Cumhuriyet gazetesi yazarı Oral ÇALIŞLAR’ ın satırları var idi aklımda en son.
Irak, Türkiye ve ABD üçgeni konusunda yazdıkları. Ve bundan sonra ne   olacağına dair soruları. Genelde çok hoşlanarak okumam Çalışlar’ ı ben;   neden bilmiyorum ama hani şöyle alıp da hevesle okuduğum kalemlerden değildir. Ama bugün günlerdir kafamda dolaşan soruları yazmış sanki….Tabi Hikmet ÇETİNKAYA’ nın da bugünkü yazısını   göz ardı etmemek lazım….
O bölgede doğan; o bölgeyi çocukluğundan ve babasının anlattıklarından bilen ve hala SİVEREKLİ olduğunu gururla söyleyen bir insan olarak aklıma takılıyor tabi ki konular.
Hoş son zamanlarda zaten sorgulama içindeyim; özellikle ÇANAKKALE ziyaretimden sonra.
Sorgulama ise kendime ait; sonra paylaşırız.

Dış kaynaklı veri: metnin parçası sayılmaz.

"""Nodes and elements of an FEBio model from their byte ranges (numpy, on demand).

An item line is ``<elem id="7">1,2,3,4</elem>`` (``<node id="1">x,y,z</node>``). The tags are removed
with ``bytes.replace`` and the numbers read by one ``numpy.fromstring`` call; a block with other
attributes or a stray line falls back to a regular expression over its lines.
"""
from __future__ import annotations

import re

import numpy as np

from ..sampling import EXACT_NODES_LIMIT, line_pieces, sample_size
from .scan import Block

#: FEBio element type -> node count (FEBio User's Manual 4.0, 3.8.2 "Elements")
NODES = {"hex8": 8, "hex20": 20, "hex27": 27, "penta6": 6, "penta15": 15, "pyra5": 5, "pyra13": 13,
         "tet4": 4, "tet5": 5, "tet10": 10, "tet15": 15, "tet20": 20, "quad4": 4, "quad8": 8, "quad9": 9,
         "tri3": 3, "tri6": 6, "tri7": 7, "tri10": 10, "line2": 2, "line3": 3}
#: integration-rule variants written as the element type (e.g. HEX20G8: hex20 with 8 points)
VARIANT = re.compile(r"(?i)^(hex8|hex20|hex27|tet4|tet10|tet15|tet20|penta15|quad8|tri6)(g\d+(ri\d+)?)$")
SHELLS = {"quad4", "quad8", "quad9", "tri3", "tri6", "tri7", "tri10"}
SOLIDS = {"hex8", "hex20", "hex27", "penta6", "penta15", "pyra5", "pyra13", "tet4", "tet5", "tet10", "tet15",
          "tet20"}


def base_type(written: str) -> tuple[str, str]:
    """(shape, variant) of a written element type: ``HEX20G8`` -> ("hex20", "G8"), ``hex8`` -> ("hex8", "")."""
    w = written.strip()
    if w.lower() in NODES:
        return w.lower(), ""
    m = VARIANT.match(w)
    if m:
        return m.group(1).lower(), m.group(2).upper()
    return w.lower(), ""


def _numbers(data: bytes, blk: Block, item: bytes, width: int, dtype) -> tuple[np.ndarray, np.ndarray]:
    """(ids, values (n, width)) of the items of one block."""
    chunk = data[blk.start:blk.end]
    n = blk.count
    if n == 0:
        return np.zeros(0, np.int64), np.zeros((0, width), dtype)
    flat = (chunk.replace(b"</" + item + b">", b",").replace(b"<" + item + b" id=\"", b"")
            .replace(b"\">", b",").strip().rstrip(b","))
    try:
        arr = np.fromstring(flat, dtype=float, sep=",")
    except Exception:
        arr = np.zeros(0)
    if arr.size == n * (width + 1):
        arr = arr.reshape(n, width + 1)
        return arr[:, 0].astype(np.int64), arr[:, 1:].astype(dtype)
    return _numbers_slow(chunk, item, width, dtype)


def _numbers_slow(chunk: bytes, item: bytes, width: int, dtype):
    rx = re.compile(rb"<" + item + rb"\b[^>]*?\bid\s*=\s*\"\s*(\d+)\s*\"[^>]*>([^<]*)<")
    ids, rows = [], []
    for m in rx.finditer(chunk):
        vals = [v for v in m.group(2).replace(b",", b" ").split()]
        if len(vals) != width:
            continue
        try:
            rows.append([float(v) for v in vals])
        except ValueError:
            continue
        ids.append(int(m.group(1)))
    return np.asarray(ids, np.int64), np.asarray(rows, dtype).reshape(-1, width)


def element_arrays(data: bytes, blk: Block, nodes: int):
    ids, conn = _numbers(data, blk, b"elem", nodes, np.int64)
    return ids, conn


def node_arrays(data: bytes, blocks: list[Block]):
    parts = [_numbers(data, b, b"node", 3, float) for b in blocks]
    if not parts:
        return np.zeros(0, np.int64), np.zeros((0, 3))
    return np.concatenate([p[0] for p in parts]), np.concatenate([p[1] for p in parts])


def bounding_box(data: bytes, blocks: list[Block]):
    """(min, max, exact) over the node blocks; a 2 % sample of the lines above the exact limit."""
    total = sum(b.count for b in blocks)
    if total == 0:
        return None, None, True
    if total <= EXACT_NODES_LIMIT:
        _ids, xyz = node_arrays(data, blocks)
        exact = True
    else:
        rows = []
        for b in blocks:
            if b.count == 0:
                continue
            want = sample_size(b.count)
            piece = line_pieces(data, b.start, b.end, b.count, want)
            sub = Block(b.tag, b.attrib, b.line, 0, len(piece), piece.count(b"<node"))
            rows.append(_numbers(piece, sub, b"node", 3, float)[1])
        xyz = np.concatenate(rows) if rows else np.zeros((0, 3))
        exact = False
    xyz = xyz[np.all(np.isfinite(xyz), axis=1)] if xyz.size else xyz
    if not xyz.size:
        return None, None, exact
    return xyz.min(axis=0), xyz.max(axis=0), exact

Kesinlikle hepimizin unuttuğu bir gerçek var: Biz o savaşı;  omuz omuza kazandık; biz bu topraklarda barış içinde yaşadık. Ve ne yazık ki yapılan hataların sebebi ve sahibi   bugün kanları dökülen çocuklarımız değil politikacılarımızın yanlış tutumu; popülist yaklaşımlarıdır. İşte burada Oral Çalışlar  çok yakın yazmış fikirlerime; yeni yaklaşımlar bulmak zorundayız. Gündelik olmayan;   akılcı, kalıcı ve demokratik yaklaşımlar….
Ve de popülizmden uzak….
Ama bu yapılırken de doğru ortak paydayı kullanmalıyız. Ve bu ortak payda da din, dil, ırk ayırmayan   ANADOLU topraklarında asla dinsel bir yaklaşım olamaz. Buradaki ortak paydamız kesinlikle   ANADOLU’ nun köklü geçmişi; uygarlığı   ve ortak ülkümüz gelecek arayışımız olmalıdır. Hepimiz oturup düşünmeliyiz ;  bölünürsek parça parça ne kadar güçlü olabiliriz ki?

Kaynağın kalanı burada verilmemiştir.